I then explained that what elementary calculus was about was studying what happens when you drop the word “steady” from those questions. I don’t know if it helped.
That’s a pretty blurry line, though. I just asked my son what 137 was. He thought at least thirty seconds, and whispered “seventy” and later “21” before coming up with 91. So I know he multiplied 710 and 7*3 and added the products. He may well have had to add up 7+7+7. Which are techniques we’ve shown him, and talked about, but, as far as I know, he’s never done that to those numbers. While it’s still not what I would call “problem solving” in your sense, it’s light years ahead of the algorithmic way I was taught: for a 7-year old, that was something approaching problem solving.
Arithmetic is a branch of math. And which branch a formula is in will depend on what formula we’re talking about.
I suspect that none of your teachers ever claimed that there is no logic in math and the only way to learn it is by rote memorization, or refused to answer any and all questions.
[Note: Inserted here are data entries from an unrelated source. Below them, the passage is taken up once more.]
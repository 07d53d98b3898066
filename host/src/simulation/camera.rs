//! The camera: when it exposes, what it claims, and what the tube showed meanwhile.

use std::collections::VecDeque;

use rand_chacha::ChaCha8Rng;

use super::draw::{normal, stream};

/// How the camera behaves.
#[derive(Clone, Debug, PartialEq)]
pub struct CameraSetup {
    /// Time from frame to frame, seconds.
    pub period_seconds: f64,
    /// Exposure, seconds.
    pub exposure_seconds: f64,
    /// Scatter of the true start about the stated one, seconds (standard deviation).
    pub start_scatter_seconds: f64,
    /// After a change the screen still shows the old picture for so long, seconds.
    pub settle_seconds: f64,
}

impl Default for CameraSetup {
    fn default() -> Self {
        Self { period_seconds: 0.4, exposure_seconds: 0.2, start_scatter_seconds: 1e-3, settle_seconds: 0.3 }
    }
}

/// What is really true of one frame.
#[derive(Clone, Copy, Debug, PartialEq)]
pub struct ShotTruth {
    /// Start of the exposure, nanoseconds of true time.
    pub start_ns: i64,
    /// Its end.
    pub end_ns: i64,
    /// Mean true accelerating voltage over it, volts.
    pub volts: f64,
    /// Whether a disturbance was planted in it or shortly before.
    pub disturbed: bool,
}

/// One frame, ready to be drawn.
#[derive(Clone, Debug, PartialEq)]
pub struct Shot {
    /// Its name: the file's stem.
    pub name: String,
    /// Number, from 1.
    pub number: u64,
    /// Start the camera claims, nanoseconds of true time.
    pub stated_start_ns: i64,
    /// Exposure the camera claims, seconds.
    pub stated_exposure_seconds: f64,
    /// Voltages over the exposure, evenly spread, volts: a picture is the mean of theirs.
    pub voltages: Vec<f64>,
    /// What is really true.
    pub truth: ShotTruth,
}

/// An exposure under way or ahead.
#[derive(Clone, Debug)]
struct Exposing {
    number: u64,
    stated_start_ns: i64,
    start_ns: i64,
    end_ns: i64,
    volt_ns: f64,
    voltages: Vec<f64>,
    next_voltage_ns: i64,
}

/// Voltages kept of one exposure.
const VOLTAGES: i64 = 25;

/// The camera.
#[derive(Clone, Debug)]
pub(super) struct Camera {
    setup: CameraSetup,
    next_ns: Option<i64>,
    number: u64,
    exposing: VecDeque<Exposing>,
    last_disturbed_ns: i64,
    rng: ChaCha8Rng,
}

impl Camera {
    pub(super) fn new(setup: CameraSetup, seed: u64) -> Self {
        let rng = stream(seed, 6);
        Self { setup, next_ns: None, number: 0, exposing: VecDeque::new(), last_disturbed_ns: i64::MIN / 2, rng }
    }

    pub(super) fn start(&mut self, now_ns: i64) {
        self.next_ns = Some(now_ns + 10_000_000);
    }

    pub(super) fn stop(&mut self) {
        self.next_ns = None;
    }

    /// Something was planted at this time.
    pub(super) fn disturb(&mut self, now_ns: i64) {
        self.last_disturbed_ns = now_ns;
    }

    /// Lets a step pass in which the tube had this mean voltage; gives the frame that was completed in it.
    pub(super) fn pass(&mut self, from_ns: i64, to_ns: i64, volts: f64) -> Option<Shot> {
        self.plan(to_ns);
        for exposing in &mut self.exposing {
            let overlap = to_ns.min(exposing.end_ns) - from_ns.max(exposing.start_ns);
            if overlap > 0 {
                exposing.volt_ns += volts * overlap as f64;
                if to_ns >= exposing.next_voltage_ns {
                    exposing.voltages.push(volts);
                    exposing.next_voltage_ns += (exposing.end_ns - exposing.start_ns) / VOLTAGES;
                }
            }
        }
        let done = self.exposing.front().is_some_and(|exposing| exposing.end_ns <= to_ns);
        done.then(|| self.exposing.pop_front()).flatten().map(|exposing| self.finish(exposing))
    }

    fn plan(&mut self, now_ns: i64) {
        let Some(stated_start_ns) = self.next_ns.filter(|next| *next <= now_ns + 50_000_000) else { return };
        self.next_ns = Some(stated_start_ns + (self.setup.period_seconds * 1e9) as i64);
        self.number += 1;
        // Beyond four standard deviations a camera would not be called that good.
        let scatter = normal(&mut self.rng, self.setup.start_scatter_seconds)
            .clamp(-4.0 * self.setup.start_scatter_seconds, 4.0 * self.setup.start_scatter_seconds);
        let start_ns = stated_start_ns + (scatter * 1e9) as i64;
        self.exposing.push_back(Exposing {
            number: self.number,
            stated_start_ns,
            start_ns,
            end_ns: start_ns + (self.setup.exposure_seconds * 1e9) as i64,
            volt_ns: 0.0,
            voltages: Vec::new(),
            next_voltage_ns: start_ns,
        });
    }

    fn finish(&self, exposing: Exposing) -> Shot {
        let length_ns = (exposing.end_ns - exposing.start_ns) as f64;
        let settle_ns = (self.setup.settle_seconds * 1e9) as i64;
        // The stated start may lie a little before the true one, and so what it is judged by.
        let judged_from = exposing.start_ns.min(exposing.stated_start_ns) - settle_ns;
        Shot {
            name: format!("frame{:05}", exposing.number),
            number: exposing.number,
            stated_start_ns: exposing.stated_start_ns,
            stated_exposure_seconds: self.setup.exposure_seconds,
            truth: ShotTruth {
                start_ns: exposing.start_ns,
                end_ns: exposing.end_ns,
                volts: exposing.volt_ns / length_ns,
                disturbed: self.last_disturbed_ns >= judged_from,
            },
            voltages: exposing.voltages,
        }
    }
}

#[cfg(test)]
mod tests {
    use super::*;

    fn shots(volts: impl Fn(f64) -> f64) -> Vec<Shot> {
        let mut camera = Camera::new(CameraSetup::default(), 3);
        camera.start(0);
        let step = 250_000;
        (0..12_000)
            .filter_map(|index: i64| {
                camera.pass(index * step, (index + 1) * step, volts((index as f64 + 0.5) * 250e-6))
            })
            .collect()
    }

    #[test]
    fn the_truth_of_a_ramp_is_its_middle() {
        let shots = shots(|t| 2_500.0 + 100.0 * t);
        assert!(shots.len() >= 6);
        for shot in shots {
            let middle = (shot.truth.start_ns + shot.truth.end_ns) as f64 * 0.5e-9;
            assert!((shot.truth.volts - (2_500.0 + 100.0 * middle)).abs() < 1e-3, "{shot:?}");
            assert!(!shot.truth.disturbed);
        }
    }
}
Actually, I never met anybody like that until I moved to the US; did meet quite a bunch of those among my students there. I wouldn’t even know how to say “word problem” in Spanish: whether in math or in the sciences that applied it, they were the default. In math class, each solving mechanism would get a few demonstrations where only the solving mechanism was shown; for applications there wasn’t even any of those, we always had to begin by figuring out how to express the situation mathematically and which mechanism to use for solving it.
I think it’s linked to another thing which was much more common in the US than in Spain: multiple-choice tests. In general the US school system is more geared towards a bullet-points way of thinking than the Spanish one. I didn’t have a single multiple-choice test K-12, nor in college; two of my Spanish Masters’ involved multiple-choice tests but they were both long-distance, the second of them with the tests taken via a webpage that randomized the questions.
Wasn’t the whole New math thing supposed to teach kids how to use math analytically rather than rote memorization? That’s why parents got so confused and frustrated trying to help with their kids’ homework.